Frequently asked questions

What is a iron condor on HDGE?
A iron condor on HDGE is the iron condor strategy applied to HDGE (etf). The strategy is structurally neutral / range-bound: An iron condor sells a call spread and a put spread at strikes outside spot, collecting net premium that is kept if the underlying stays inside the inner short strikes. With HDGE etf trading near $17.59, the strikes shown on this page are snapped to the nearest listed HDGE chain strike and the premiums come straight from the end-of-day bid/ask midpoint.
How are HDGE iron condor max profit and max loss calculated?
Max profit equals the net credit times 100 inside the inner strikes; max loss equals wing width minus credit times 100. Two breakevens at inner strikes plus and minus the credit. For the HDGE iron condor priced from the end-of-day chain at a 30-day expiry (ATM IV 29.90%), the computed maximum profit is $54.50 per contract and the computed maximum loss is -$45.50 per contract.
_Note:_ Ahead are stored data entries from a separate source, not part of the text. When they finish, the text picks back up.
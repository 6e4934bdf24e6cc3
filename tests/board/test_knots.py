"""Outlines that cross themselves too often are told from those that only cross themselves, or have many corners."""

from __future__ import annotations

import math

import numpy as np
import pytest
import shapely

from pairrules.board.columns import Floats
from pairrules.board.knots import MOST_CROSSINGS, crowded, knotted


def star(corners: int) -> Floats:
    """An odd number of corners, each joined to the two farthest: corners · (corners - 3) / 2 crossings."""
    turns = 2 * math.pi * (corners // 2) * np.arange(corners) / corners
    return np.column_stack([np.cos(turns), np.sin(turns)])


def circle(corners: int) -> Floats:
    turns = 2 * math.pi * np.arange(corners) / corners
    return np.column_stack([np.cos(turns), np.sin(turns)])


def test_a_few_crossings_are_borne() -> None:
    corners = 33
    assert corners * (corners - 3) // 2 <= MOST_CROSSINGS
    assert knotted([circle(40), star(corners)]) == -1


def test_too_many_crossings_of_one_outline() -> None:
    corners = 35
    assert corners * (corners - 3) // 2 > MOST_CROSSINGS
    assert knotted([circle(40), star(corners), star(corners)]) == 1


def test_too_many_crossings_of_all_together() -> None:
    each = 11 * (11 - 3) // 2
    borne = MOST_CROSSINGS // each
    assert knotted([star(11)] * borne) == -1
    assert knotted([star(11)] * (borne + 1)) == borne


@pytest.mark.parametrize("corners", [5, 7])
def test_outlines_that_cross_themselves_a_little_are_borne_in_any_number(corners: int) -> None:
    assert knotted([star(corners)] * 5000) == -1


def test_corners_alone_are_no_crossings() -> None:
    assert knotted([circle(100_000)]) == -1
    slip = circle(20_000)
    slip[[100, 110]] = slip[[110, 100]]
    assert not shapely.is_valid(shapely.Polygon(slip))
    assert knotted([slip]) == -1


def test_shapes_upon_one_another() -> None:
    apart = [shapely.box(x, 0, x + 1.5, 1) for x in range(20_000)]
    assert not crowded(apart)
    assert crowded([shapely.box(0, 0, 1, 1)] * 500)
    assert not crowded([shapely.box(0, 0, 1, 1)] * 400)
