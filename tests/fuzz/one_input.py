"""One input through the whole command line, and what must hold of the outcome whatever the input is."""

from __future__ import annotations

import contextlib
import io
import json
import os
import resource
import signal
import sys
import time
from collections.abc import Iterator
from dataclasses import dataclass
from pathlib import Path
from typing import Any, NoReturn

from pairrules.cli import run

STATUSES = (0, 1, 2, 3)
MOST_SECONDS = 10.0
"""Of the processor's time: far more than any of the small boards takes."""
MOST_MEGABYTES = 300.0
"""By which the peak of memory may grow while one input is checked."""

_WRITING = os.O_WRONLY | os.O_RDWR | os.O_CREAT | os.O_TRUNC | os.O_APPEND
_FORBIDDEN = frozenset({"os.system", "subprocess.Popen", "socket.connect", "os.exec", "os.fork", "os.posix_spawn"})
_MOVING = frozenset({"os.rename", "os.remove", "os.mkdir", "os.link", "os.symlink", "os.rmdir", "shutil.rmtree"})


class TooLong(BaseException):
    """Raised out of an input that takes too long; nothing in the program may catch it."""


@dataclass(frozen=True)
class Outcome:
    """What became of an input: exit status, text on stderr, `fault` where something that must hold does not."""

    status: int
    said: str
    seconds: float
    fault: str = ""


def outcome(
    folder: Path, board: bytes, *, settings: bytes | None = None, waivers: bytes | None = None, form: str = "json"
) -> Outcome:
    """Check a board in a folder of its own and say what became of it.

    A fault is: an exception that reaches the top, a status other than 0 to 3, too much time or memory, a file other
    than the output, a program or a connection opened, an output beside an error, a figure that is not finite.
    """
    folder.mkdir(parents=True, exist_ok=True)
    for left_over in folder.iterdir():
        left_over.unlink()
    path, out = folder / "board", folder / "out"
    path.write_bytes(board)
    arguments = ["check", str(path), "--no-cache", "--format", form, "--output", str(out)]
    if settings is not None:
        (folder / "settings.yaml").write_bytes(settings)
        arguments += ["--settings", str(folder / "settings.yaml")]
    if waivers is not None:
        (folder / "pairrules-waivers.yaml").write_bytes(waivers)
    given = sorted(folder.rglob("*"))
    stderr, stdout = io.StringIO(), io.StringIO()
    peak = resource.getrusage(resource.RUSAGE_SELF).ru_maxrss
    begun = time.process_time()
    status = -1
    try:
        with (
            contextlib.redirect_stderr(stderr),
            contextlib.redirect_stdout(stdout),
            _Watch.over(folder) as touched,
            _bounded(MOST_SECONDS),
        ):
            status = run(arguments)
        fault = ""
    except TooLong:
        fault = f"takes longer than {MOST_SECONDS} s"
    except Exception as error:
        fault = f"{type(error).__name__}: {error} ({_raised_at(error)})"
    seconds = time.process_time() - begun
    grown = (resource.getrusage(resource.RUSAGE_SELF).ru_maxrss - peak) / 1024
    said = stderr.getvalue()
    fault = fault or _fault(status, said, stdout.getvalue(), out, form)
    if not fault and grown > MOST_MEGABYTES:
        fault = f"takes {grown:.0f} MB"
    if not fault and touched:
        fault = f"touches {touched[0]}"
    left = set(folder.rglob("*")) - {*given, out}
    if not fault and left:
        fault = f"leaves {sorted(left)[0].name}"
    return Outcome(status=status, said=said, seconds=seconds, fault=fault)


def _fault(status: int, said: str, printed: str, out: Path, form: str) -> str:
    if status not in STATUSES:
        return f"ends with status {status}"
    if "Traceback" in said or printed:
        return "prints what it should not"
    lines = said.splitlines()
    if status in {2, 3}:
        if out.exists():
            return "leaves an output beside an error"
        if not lines or not all(line.startswith("pairrules: ") and line.isprintable() for line in lines):
            return f"says {said!r}"
        return ""
    if said:
        return f"says {said!r}"
    if not out.exists():
        return "leaves no output"
    return _not_finite(out.read_text(encoding="utf-8")) if form == "json" else ""


def _not_finite(text: str) -> str:
    def refuse(constant: str) -> NoReturn:
        raise ValueError(constant)

    def finite(number: str) -> float:
        value = float(number)
        if value in {float("inf"), float("-inf")}:
            raise ValueError(number)
        return value

    try:
        json.loads(text, parse_constant=refuse, parse_float=finite)
    except ValueError as error:
        return f"writes no finite figure: {error}"
    return ""


def _raised_at(error: BaseException) -> str:
    """The place in the program nearest to where an exception was raised, so that like faults are counted as one."""
    at = "?"
    step = error.__traceback__
    while step is not None:
        code = step.tb_frame.f_code
        if f"{os.sep}pairrules{os.sep}" in code.co_filename:
            at = f"{Path(code.co_filename).name}:{step.tb_lineno}"
        step = step.tb_next
    return at


@contextlib.contextmanager
def _bounded(seconds: float) -> Iterator[None]:
    def stop(*_: object) -> NoReturn:
        raise TooLong

    # Time of this process alone, so that a busy machine makes no fault.
    before = signal.signal(signal.SIGPROF, stop)
    signal.setitimer(signal.ITIMER_PROF, seconds)
    try:
        yield
    finally:
        signal.setitimer(signal.ITIMER_PROF, 0)
        signal.signal(signal.SIGPROF, before)


class _Watch:
    """Listens to what the interpreter opens and moves; installed once, since such a hook cannot be taken out again."""

    folder: str | None = None
    touched: tuple[list[str], ...] = ()
    installed = False

    @classmethod
    @contextlib.contextmanager
    def over(cls, folder: Path) -> Iterator[list[str]]:
        if not cls.installed:
            sys.addaudithook(cls.heard)
            cls.installed = True
        touched: list[str] = []
        cls.touched = (touched,)
        cls.folder = str(folder)
        try:
            yield touched
        finally:
            cls.folder = None

    @classmethod
    def heard(cls, event: str, arguments: tuple[Any, ...]) -> None:
        if cls.folder is None:
            return
        if event in _FORBIDDEN:
            cls.touched[0].append(event)
        elif event == "open":
            path, mode, flags = arguments
            writes = bool(flags & _WRITING) if isinstance(flags, int) else mode is not None and mode != "r"
            if writes and cls._outside(path):
                cls.touched[0].append(str(path))
        elif event in _MOVING:
            cls.touched[0].extend(str(one) for one in arguments if cls._outside(one))

    @classmethod
    def _outside(cls, path: object) -> bool:
        """Whether it is a path outside the case's folder; compiled modules are the interpreter's own affair."""
        if not isinstance(path, str | os.PathLike):
            return False
        text = os.fspath(path)
        inside = isinstance(text, str) and (text == cls.folder or text.startswith(f"{cls.folder}{os.sep}"))
        return not inside and "__pycache__" not in str(text)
Live intraday quotes will differ as the chain moves through the trading session.
What is the breakeven for a HDGE iron condor?
The breakeven for the HDGE iron condor priced on this page is roughly $16.46 and $18.55 at expiration, derived from end-of-day chain premiums. Breakeven is the underlying price at which the strategy's P&L crosses zero ignoring transaction costs and assignment risk. The current HDGE market-implied 1-standard-deviation expected move is approximately 8.57%; if the move sits well outside the breakeven distance, the structure's risk-reward becomes correspondingly tighter.
When should you consider a iron condor on HDGE?
Iron condors on HDGE are a delta-neutral premium-collection structure that profits if HDGE etf stays inside the inner short strikes; short strikes typically sit near 1 standard deviation from spot.
How does current HDGE implied volatility affect this iron condor?
HDGE ATM IV is at 29.90% with IV rank near 3.63%, which is on the low end of its 1-year range. Premium-buying structures (long call, long put, debit spreads) are relatively cheap in this regime; premium-selling structures collect less credit per unit risk.